-------- EXERCISE DATA --------

// Bulletins: every allowed and refused workflow transition per role (driven by the shared transition table),
// four-eyes, the 409 path of autosave, concurrent approval (one version), version hash stability, stale-figure
// detection after a newer run, and readable differences between versions.
// Sources: the agreed contract (issue 6 items 2-4 and the resource list; shared/bulletins/workflow.ts is the table
// the tests walk); RFC 9110 §15.5.4 (403), §15.5.10 (409), §15.5.21 (422); SHA-256 test vector "abc" from FIPS 180-2
// Appendix B.1; canonical JSON rule (sorted keys, no whitespace) as in RFC 8785 §3.2.3 for the inputs used here.
// Figure values come from two real engine runs (tests/api/fixtures/bulletin-runs.json, make-bulletin-runs.ts),
// stored as run rows directly; the expected text is written from the fixture's raw numbers with toFixed here, not
// with the code under test.
import { createHash } from 'node:crypto';
import fs from 'node:fs';
import path from 'node:path';
import { eq } from 'drizzle-orm';
import { afterAll, beforeAll, describe, expect, it } from 'vitest';
import { bulletins, bulletinVersions, staleFigureConfirmations } from '../../server/db/schema';
import { canonicalJson, sha256Hex } from '../../server/services/bulletins/canonical';
import { BULLETIN_ACTIONS, BULLETIN_STATES, TRANSITIONS, findTransition, type BulletinAction, type BulletinState } from '../../shared/bulletins/workflow';
import { ROLES, type Role } from '../../shared/roles';
import { bulletinSchema, bulletinVersionDetailSchema, versionListResponseSchema, type Bulletin } from '../../shared/schemas/bulletins';
import { startTestServer, type TestServer } from '../helpers/testServer';
import { ApiClient } from './apiClient';
import { approvedBulletin, confirmAll, createBulletin, docWithFigures, FIXTURE_RUNS, insertRun, neaIds, signedIn, transition } from './bulletinsSetup';

let srv: TestServer;
let as: Record<string, ApiClient>;
let objectId: number;
let run1: number;

beforeAll(async () => {
  srv = await startTestServer();
  as = await signedIn(srv.url);
  objectId = neaIds(srv).objectId;
  run1 = insertRun(srv, 0, new Date('2026-12-01T01:00:00Z'));
});
afterAll(() => srv?.close());

/** The Palermo value as the fixture run gives it, two decimals (the bulletin shows it so). */
const palermoText = (i: number) => FIXTURE_RUNS[i].result.approaches[0].palermo!.toFixed(2);

/** A bulletin brought into `state` through the API (distributed: approved, then marked in the database, since distribution is tested in bulletins-distribution.test.ts). */
async function bulletinIn(state: BulletinState): Promise<Bulletin> {
  const b = await createBulletin(as.analyst, objectId, docWithFigures(run1));
  const step = async (client: ApiClient, body: Record<string, unknown>) => {
    const res = await transition(client, b, body);
    expect(res.status, JSON.stringify(res.body)).toBe(200);
  };
  if (state === 'withdrawn') await step(as.analyst, { action: 'withdraw', comment: 'Not needed.' });
  if (['in_review', 'changes_requested', 'approved', 'distributed'].includes(state)) await step(as.analyst, { action: 'submit' });
  if (state === 'changes_requested') await step(as.reviewer, { action: 'request_changes', comment: 'Say what would change the assessment.' });
  if (state === 'approved' || state === 'distributed') await step(as.reviewer, { action: 'approve', comment: 'Checked.', confirmedFigures: confirmAll(b) });
  if (state === 'distributed') {
    srv.db.update(bulletins).set({ state: 'distributed' }).where(eq(bulletins.id, b.id)).run();
    srv.db.update(bulletinVersions).set({ status: 'distributed' }).where(eq(bulletinVersions.bulletinId, b.id)).run();
  }
  const got = bulletinSchema.parse((await as.analyst.get(`/api/bulletins/${b.id}`)).body);
  expect(got.state).toBe(state);
  return got;
}

// Every state a bulletin can be in (superseded is a status of versions, checked below with version 1 after a newer approval).
const STATES = BULLETIN_STATES.filter((s) => s !== 'superseded');
// distribute goes through POST /api/distributions (bulletins-distribution.test.ts); here it must be refused.
const ACTIONS = BULLETIN_ACTIONS.filter((a) => a !== 'distribute');

describe('workflow table, every state x action x role', () => {
  for (const state of STATES) {
    it(`from ${state}`, async () => {
      const shared = await bulletinIn(state);
      for (const action of ACTIONS) {
        for (const role of ROLES) {
          const t = findTransition(state, action);
          const allowed = t !== undefined && t.roles.includes(role as Role);
          const body = { action, comment: 'Reason given in the test.', confirmedFigures: confirmAll(shared) };
          if (!allowed) {
            const res = await transition(as[role], shared, body);
            // Liaisons have no workflow ability at all (403 by the route table); a missing transition is 409; a role not in the row is 403.
            const expected = role === 'liaison' ? 403 : t === undefined ? 409 : 403;
            expect(res.status, `${state} ${action} as ${role}: ${JSON.stringify(res.body)}`).toBe(expected);
            continue;
          }
          const fresh = await bulletinIn(state);
          const res = await transition(as[role], fresh, { ...body, confirmedFigures: confirmAll(fresh) });
          expect(res.status, `${state} ${action} as ${role}: ${JSON.stringify(res.body)}`).toBe(200);
          expect(bulletinSchema.parse(res.body).state).toBe(t!.to);
        }
      }
      // Refusals changed nothing.
      const after = bulletinSchema.parse((await as.analyst.get(`/api/bulletins/${shared.id}`)).body);
      expect(after.state).toBe(state);
      expect(after.revision).toBe(shared.revision);
    }, 60_000);
  }

  it('refuses distribute through /transitions (it needs a list and goes through /api/distributions)', async () => {
    const b = await bulletinIn('approved');
    expect((await transition(as.communications, b, { action: 'distribute' })).status).toBe(422);
  });

  it('offers exactly the actions the table allows the role (allowedActions)', async () => {
    const b = await bulletinIn('in_review');
    for (const role of ['analyst', 'reviewer', 'communications', 'admin'] as const) {
      const got = bulletinSchema.parse((await as[role].get(`/api/bulletins/${b.id}`)).body).allowedActions.sort();
      const want = TRANSITIONS.filter((t) => t.from === 'in_review' && t.roles.includes(role)).map((t) => t.action as BulletinAction).sort();
      expect(got, role).toEqual(want);
    }
    // Liaisons do not read bulletins at all (their inbox is /api/briefings).
    expect((await as.liaison.get(`/api/bulletins/${b.id}`)).status).toBe(403);
  });

  it('requires a comment to request changes or withdraw (422)', async () => {
    const b = await bulletinIn('in_review');
    expect((await transition(as.reviewer, b, { action: 'request_changes' })).status).toBe(422);
    expect((await transition(as.analyst, b, { action: 'withdraw', comment: '  ' })).status).toBe(422);
  });

  it('requires every figure to be confirmed at sign-off, as it is (422)', async () => {
    const b = await bulletinIn('in_review');
    const all = confirmAll(b);
    expect((await transition(as.reviewer, b, { action: 'approve', confirmedFigures: all.slice(1) })).status).toBe(422);
    // A confirmation naming another run than the figure's does not count.
    expect((await transition(as.reviewer, b, { action: 'approve', confirmedFigures: all.map((c) => ({ ...c, runId: c.runId + 1000 })) })).status).toBe(422);
    const ok = await transition(as.reviewer, b, { action: 'approve', comment: 'All figures confirmed.', confirmedFigures: all });
    expect(ok.status).toBe(200);
    const v = bulletinVersionDetailSchema.parse((await as.reviewer.get(`/api/bulletins/${b.id}/versions/1`)).body);
    expect(v.signOff.confirmedFigures).toEqual(all);
    expect(v.signOff.comment).toBe('All figures confirmed.');
    expect(v.signOff.reviewer.name).toBe('Ines Marrow');
  });
});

--------

== WHAT TO PRODUCE ==
Return exactly the lines from the beginning of the data above through the one containing "describe, expect, it", please. Include both end lines and add nothing else.

== TASK SOLUTION ==
// Bulletins: every allowed and refused workflow transition per role (driven by the shared transition table),
// four-eyes, the 409 path of autosave, concurrent approval (one version), version hash stability, stale-figure
// detection after a newer run, and readable differences between versions.
// Sources: the agreed contract (issue 6 items 2-4 and the resource list; shared/bulletins/workflow.ts is the table
// the tests walk); RFC 9110 §15.5.4 (403), §15.5.10 (409), §15.5.21 (422); SHA-256 test vector "abc" from FIPS 180-2
// Appendix B.1; canonical JSON rule (sorted keys, no whitespace) as in RFC 8785 §3.2.3 for the inputs used here.
// Figure values come from two real engine runs (tests/api/fixtures/bulletin-runs.json, make-bulletin-runs.ts),
// stored as run rows directly; the expected text is written from the fixture's raw numbers with toFixed here, not
// with the code under test.
import { createHash } from 'node:crypto';
import fs from 'node:fs';
import path from 'node:path';
import { eq } from 'drizzle-orm';
import { afterAll, beforeAll, describe, expect, it } from 'vitest';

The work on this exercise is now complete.